Definition of SWOT analysis and the principles on which it is based
The idea of balancing strength and weakness in relation to the analysis of the company's activities is not new, but in the 1970s a new method appeared (its author is Albert Humphrey) to supplement the method with the study of factors related to external and internal influence. This is how SWOT analysis of companies appeared, which helps not only to determine all positive and negative factors, but also the levels of their impact. Knowing the opportunities and threats helps to predict the consequences of their influence.
SWOT analysis is a method of assessing a company. But it can be kazakhstan mobile database applied to a product, to a business idea. If you have enough information, you can use it to analyze competitors.
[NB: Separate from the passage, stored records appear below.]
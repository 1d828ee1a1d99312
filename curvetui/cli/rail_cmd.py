"""``curvetui check rail``: one rail curve against cant limits."""

from __future__ import annotations

import argparse

from rich.table import Table

from curvetui import CAUTION
from curvetui.cli import geometry_opts as geo
from curvetui.cli.common import add_units_option, console, print_caution, print_json
from curvetui.core.rail import RailCheck, RailLimits, check_rail, rail_centres_for_gauge
from curvetui.core.rail_messages import rail_messages
from curvetui.core.units import FOOT, UnitSystem, unit_system
from curvetui.inputs import parse_number
from curvetui.results import rail_record
from curvetui.tables import rail_limits

RAIL_SPEED_RANGE_KMH = (1.0, 400.0)
RAIL_SPEED_RANGE_MPH = (1.0, 250.0)
RAIL_RADIUS_RANGE_M = (20.0, 100_000.0)


def add_parser(check_sub) -> None:
    p = check_sub.add_parser("rail", help="check one rail-track curve")
    p.add_argument("--speed", required=True, help="speed of the fastest train (km/h or mph)")
    p.add_argument("--radius", required=True, help="radius (m or ft)")
    p.add_argument("--cant", required=True, help="applied cant (mm, or in with --units us)")
    p.add_argument("--low-speed", help="speed of the slowest train, for cant excess")
    p.add_argument("--gauge", help="track gauge in mm (1435, 1520, 1600, 1668, 1067, 1000 ...)")
    p.add_argument("--limits", help="rail limits by name or .toml path (see `curvetui tables`)")
    add_units_option(p)
    p.add_argument("--json", action="store_true", help="print one JSON object")
    geo.add_geometry_options(p, sight=False)
    p.set_defaults(run=run)


def rail_inputs(args: argparse.Namespace, limits: RailLimits, units: UnitSystem) -> dict:
    """Parse and range-check the rail options; values in SI."""
    lo, hi = RAIL_SPEED_RANGE_MPH if units.name == "us" else RAIL_SPEED_RANGE_KMH
    speed = parse_number("--speed", args.speed, lo, hi, units.speed_label)
    r_lo, r_hi = (units.length_from_si(x) for x in RAIL_RADIUS_RANGE_M)
    radius = parse_number("--radius", args.radius, round(r_lo), round(r_hi), units.length_label)
    cant_hi = 300.0 if units.name == "metric" else 12.0
    cant = parse_number("--cant", args.cant, 0.0, cant_hi, units.cant_label)
    inputs = {
        "speed": units.speed_to_si(speed),
        "radius": units.length_to_si(radius),
        "cant": cant * units.cant,
    }
    if args.low_speed is not None:
        inputs["low_speed"] = units.speed_to_si(
            parse_number("--low-speed", args.low_speed, 0.0, speed, units.speed_label)
        )
    if args.gauge is not None:
        gauge = parse_number("--gauge", args.gauge, 600.0, 1700.0, "mm")
        inputs["rail_centres"] = rail_centres_for_gauge(gauge)
    return inputs


def rail_json(check: RailCheck, limits: RailLimits, units: UnitSystem) -> dict:
    record = rail_record(check, (), units)
    record["messages"] = rail_messages(check, (), limits, units)
    record.update(
        kind="rail",
        units=units.name,
        limits=limits.name,
        limits_source=limits.source,
        speed=float(units.speed_from_si(check.speed)),
        radius=float(units.length_from_si(check.radius)),
        cant=round(float(check.cant) / units.cant, 6),
        caution=CAUTION,
    )
    if units.name == "us":
        import math

        r_ft = float(check.radius) / FOOT
        record["degree_of_curve_arc"] = round(5729.5779513 / r_ft, 6)
        record["degree_of_curve_chord"] = round(2 * math.degrees(math.asin(50.0 / r_ft)), 6)
    return record


def add_bend_objects(
    record: dict, args, check: RailCheck, limits: RailLimits, units: UnitSystem
) -> None:
    """Add `transition` and, with --deflection, `geometry` to a rail record; a failed
    transition fails the curve."""
    record["transition"] = geo.rail_transition_json(
        limits, float(check.cant), float(check.cant_deficiency), float(check.speed), units
    )
    geometry = geo.geometry_inputs(args, units)
    if geometry is not None:
        record["geometry"] = geo.geometry_json(float(check.radius), geometry, units)
        t = record["transition"]
        for name, ls in (("spiral in", geometry["ls_in"]), ("spiral out", geometry["ls_out"])):
            need = t["length"]
            given = units.length_from_si(ls)
            if ls > 0 and need is not None and given < need - 1e-9:
                t["status"] = "fail"
                t["messages"].append(
                    f"FAIL {name} {given:g} {units.length_label} is shorter "
                    f"than the {need:.1f} {units.length_label} the "
                    f"{t['governing']} needs"
                )
    if record["transition"]["status"] == "fail":
        record["status"] = "fail"
        record["messages"] += [
            f"transition: {m}" for m in record["transition"]["messages"] if m.startswith("FAIL")
        ]


def run(args: argparse.Namespace) -> int:
    units = unit_system(args.units)
    limits = rail_limits(args.limits, units.name)
    check = check_rail(limits, **rail_inputs(args, limits, units))
    record = rail_json(check, limits, units)
    add_bend_objects(record, args, check, limits, units)
    if args.json:
        print_json(record)
    else:
        print_rail(record, units)
    return 1 if record["status"] == "fail" else 0


def print_rail(record: dict, units: UnitSystem) -> None:
    from curvetui.results import RAIL_FIELDS, unit_label

    out = console()
    low = f", slow train {record['low_speed']:g}" if record.get("low_speed") else ""
    grid = Table(
        title=f"Rail curve: {record['speed']:g} {units.speed_label}{low}, R {record['radius']:g} "
        f"{units.length_label}, cant {record['cant']:g} {units.cant_label}",
        caption=f"limits: {record['limits']}",
    )
    grid.add_column("Quantity")
    grid.add_column("Value", justify="right")
    grid.add_column("Unit")
    for key, (label, kind) in RAIL_FIELDS.items():
        value = record.get(key)
        shown = "-" if value is None else f"{value:,.2f}" if abs(value) < 100 else f"{value:,.1f}"
        grid.add_row(label, shown, unit_label(kind, units))
    out.print(grid)
    from curvetui.cli.road_cmd import print_parts

    print_parts(out, record, units)
    colour = "red" if record["status"] == "fail" else "green"
    out.print(f"Status: [bold {colour}]{record['status'].upper()}[/]")
    for message in record["messages"]:
        out.print(f"  - {message}", markup=False)
    print_caution(out)
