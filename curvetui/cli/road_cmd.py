"""``curvetui check road``: one road bend against a design table."""

from __future__ import annotations

import argparse

from rich.table import Table

from curvetui import CAUTION
from curvetui.cli import geometry_opts as geo
from curvetui.cli.common import add_units_option, console, print_caution, print_json
from curvetui.core.road import RoadCheck, check_road
from curvetui.core.road_messages import road_messages
from curvetui.core.road_table import RoadTable
from curvetui.core.units import UnitSystem, unit_system
from curvetui.inputs import parse_number
from curvetui.results import ROAD_FIELDS, road_record, unit_label
from curvetui.tables import road_table

# Allowed input ranges in SI, shown to the user in their units.
ROAD_SPEED_RANGE_KMH = (1.0, 200.0)
RADIUS_RANGE_M = (1.0, 100_000.0)
SUPERELEVATION_RANGE_PCT = (-10.0, 20.0)
FRICTION_RANGE = (0.01, 1.0)


def add_parser(check_sub) -> None:
    p = check_sub.add_parser("road", help="check one road bend")
    p.add_argument("--speed", required=True, help="design speed (km/h or mph)")
    p.add_argument("--radius", required=True, help="radius (m or ft)")
    p.add_argument("--superelevation", help="built superelevation, percent (default: design value)")
    p.add_argument("--emax", help="maximum superelevation, percent (default: the table's)")
    p.add_argument("--friction", help="side friction factor to use instead of the table's f_max")
    add_units_option(p)
    p.add_argument(
        "--table", help="road design table by name or .toml path (see `curvetui tables`)"
    )
    p.add_argument("--json", action="store_true", help="print one JSON object")
    geo.add_geometry_options(p)
    geo.add_sight_lane_option(p)
    p.set_defaults(run=run)


def speed_range(units: UnitSystem) -> tuple[float, float]:
    lo, hi = ROAD_SPEED_RANGE_KMH
    if units.name == "us":
        return 1.0, 125.0
    return lo, hi


def road_inputs(args: argparse.Namespace, table: RoadTable, units: UnitSystem) -> dict:
    """Parse and range-check the road options; values in SI (m/s, m, fractions)."""
    lo, hi = speed_range(units)
    speed = parse_number("--speed", args.speed, lo, hi, units.speed_label)
    r_lo, r_hi = (units.length_from_si(x) for x in RADIUS_RANGE_M)
    radius = parse_number("--radius", args.radius, round(r_lo, 1), round(r_hi), units.length_label)
    inputs = {"speed": units.speed_to_si(speed), "radius": units.length_to_si(radius)}
    if args.emax is not None:
        inputs["e_max"] = (
            parse_number(
                "--emax",
                args.emax,
                100 * table.emax_min,
                100 * table.emax_max,
                f"% (table {table.name})",
            )
            / 100.0
        )
    if args.superelevation is not None:
        inputs["superelevation"] = (
            parse_number("--superelevation", args.superelevation, *SUPERELEVATION_RANGE_PCT, "%")
            / 100.0
        )
    if args.friction is not None:
        inputs["friction"] = parse_number("--friction", args.friction, *FRICTION_RANGE)
    return inputs


def road_json(check: RoadCheck, table: RoadTable, units: UnitSystem) -> dict:
    record = road_record(check, (), units)
    record["messages"] = road_messages(check, (), table, units)
    record.update(
        kind="road",
        units=units.name,
        table=table.name,
        table_source=table.source,
        speed=float(units.speed_from_si(check.speed)),
        radius=float(units.length_from_si(check.radius)),
        e_max=round(100 * float(check.e_max), 6),
        caution=CAUTION,
    )
    return record


def add_bend_objects(
    record: dict, args, check: RoadCheck, table: RoadTable, units: UnitSystem
) -> None:
    """Add `transition`, and with the options `geometry` and `sight`, to a road record.

    A failed transition or sight check fails the bend: it is never left as a side note.
    """
    v, r = float(check.speed), float(check.radius)
    width = geo.lane_width(args, units)
    record["transition"] = geo.road_transition_json(
        table, v, r, float(check.superelevation), width, units
    )
    geometry = geo.geometry_inputs(args, units)
    curve_length = None
    if geometry is not None:
        record["geometry"] = geo.geometry_json(r, geometry, units)
        g = record["geometry"]
        curve_length = units.length_to_si(g.get("length", g.get("total_length")))
        geo.check_spiral_lengths(record["transition"], geometry, units)
    sight = geo.sight_inputs(args, units)
    if sight is not None:
        record["sight"] = geo.sight_json(v, r, sight, curve_length, width, units)
    for part in ("transition", "sight"):
        if part in record and record[part]["status"] == "fail":
            record["status"] = "fail"
            record["messages"] += [
                f"{part}: {m}" for m in record[part]["messages"] if m.startswith("FAIL")
            ]


def run(args: argparse.Namespace) -> int:
    units = unit_system(args.units)
    table = road_table(args.table, units.name)
    inputs = road_inputs(args, table, units)
    check = check_road(table, **inputs)
    record = road_json(check, table, units)
    add_bend_objects(record, args, check, table, units)
    if args.json:
        print_json(record)
    else:
        print_road(record, units)
    return 1 if record["status"] == "fail" else 0


def print_road(record: dict, units: UnitSystem) -> None:
    out = console()
    title = (
        f"Road bend: {record['speed']:g} {units.speed_label}, R {record['radius']:g} "
        f"{units.length_label}, e_max {record['e_max']:g} %"
    )
    grid = Table(title=title, caption=f"table: {record['table']}")
    grid.add_column("Quantity")
    grid.add_column("Value", justify="right")
    grid.add_column("Unit")
    for key, (label, kind) in ROAD_FIELDS.items():
        value = record[key]
        shown = "-" if value is None else f"{value:,.3f}" if abs(value) < 100 else f"{value:,.1f}"
        grid.add_row(label, shown, unit_label(kind, units))
    grid.add_row("Cross-section", record["cross_section"], "")
    out.print(grid)
    print_parts(out, record, units)
    colour = "red" if record["status"] == "fail" else "green"
    out.print(f"Status: [bold {colour}]{record['status'].upper()}[/]")
    for message in record["messages"]:
        out.print(f"  - {message}", markup=False)
    print_caution(out)


PART_TITLES = {
    "geometry": "Curve geometry",
    "transition": "Transition and runoff",
    "sight": "Sight distance round the bend",
}


def print_parts(out, record: dict, units: UnitSystem) -> None:
    """Print the geometry, transition and sight objects of a record as small tables."""
    from curvetui.stations import format_station

    for part, title in PART_TITLES.items():
        obj = record.get(part)
        if not obj:
            continue
        grid = Table(title=title, show_header=False)
        grid.add_column("Quantity")
        grid.add_column("Value", justify="right")
        for key, value in obj.items():
            if key == "messages" or value is None:
                continue
            if key in ("pi", "pc", "pt", "ts", "sc", "cs", "st"):
                value = format_station(value, units.name)
            elif isinstance(value, float):
                value = f"{value:,.3f}"
            grid.add_row(key.replace("_", " "), str(value))
        out.print(grid)
        for m in obj.get("messages", []):
            out.print(f"  - {m}", markup=False)
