"""Saving files safely: write a temporary file beside the target, flush, fsync, rename."""

from __future__ import annotations

import contextlib
import os
import shutil
import tempfile
from collections.abc import Iterator
from pathlib import Path
from typing import BinaryIO


@contextlib.contextmanager
def atomic_binary(path: str | Path, backup: bool = False) -> Iterator[BinaryIO]:
    """A binary file to write that replaces ``path`` only when the block ends normally, so
    a crash or an error leaves the old file or the new one whole, never a part.

    With ``backup`` the previous file is kept as ``path + '.bak'`` (by a hard link or copy made
    before the rename, so the old contents are never missing).
    """
    target = Path(path)
    folder = target.parent if str(target.parent) else Path(".")
    fd, tmp = tempfile.mkstemp(prefix=f".{target.name}.", suffix=".tmp", dir=folder)
    bak_tmp = folder / f".{target.name}.bak.tmp"
    try:
        # keep the old file's permissions (mkstemp makes 0600); a new file gets the usual
        # 0666 less the umask
        if target.exists():
            os.chmod(tmp, target.stat().st_mode & 0o7777)
        else:
            umask = os.umask(0)
            os.umask(umask)
            os.chmod(tmp, 0o666 & ~umask)
        with os.fdopen(fd, "wb") as fh:
            yield fh
            fh.flush()
            os.fsync(fh.fileno())
        if backup and target.exists():
            bak = target.with_name(target.name + ".bak")
            if bak_tmp.exists():
                bak_tmp.unlink()
            try:
                os.link(target, bak_tmp)  # the old file's contents, with no copy to tear
            except OSError:
                shutil.copy2(target, bak_tmp)
            os.replace(bak_tmp, bak)
        os.replace(tmp, target)
        try:
            dir_fd = os.open(folder, os.O_RDONLY)
            try:
                os.fsync(dir_fd)
            finally:
                os.close(dir_fd)
        except OSError:
            pass  # some file systems cannot fsync a folder; the rename is still atomic
    except BaseException:
        for leftover in (tmp, bak_tmp):
            if os.path.exists(leftover):
                os.unlink(leftover)
        raise


def atomic_write_text(path: str | Path, text: str, backup: bool = False) -> None:
    """Replace ``path`` with ``text`` (UTF-8) so that a crash leaves the old or the new file
    whole (see atomic_binary)."""
    with atomic_binary(path, backup) as fh:
        fh.write(text.encode("utf-8"))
How the SWOT analysis matrix works
This method involves constructing a matrix, the components of which are encrypted in the abbreviation:
S - strengths, these are all competitive advantages, factors due to which a company can increase sales and expand its presence in the market;
W — weaknesses (from Weakness), that is, shortcomings, what the company is inferior to its competitors in, all the factors that hinder its development;
O — opportunities (or Opportunities), those factors that are related to business development or the competitive environment, which the business cannot directly influence, but uses for its own purposes (for example, the emergence of digital technologies that it can implement);
T — threats (or Treats), and these are external factors that do not depend on the decisions made by the company's management; this is how they differ from weaknesses, with which the company's management can do something.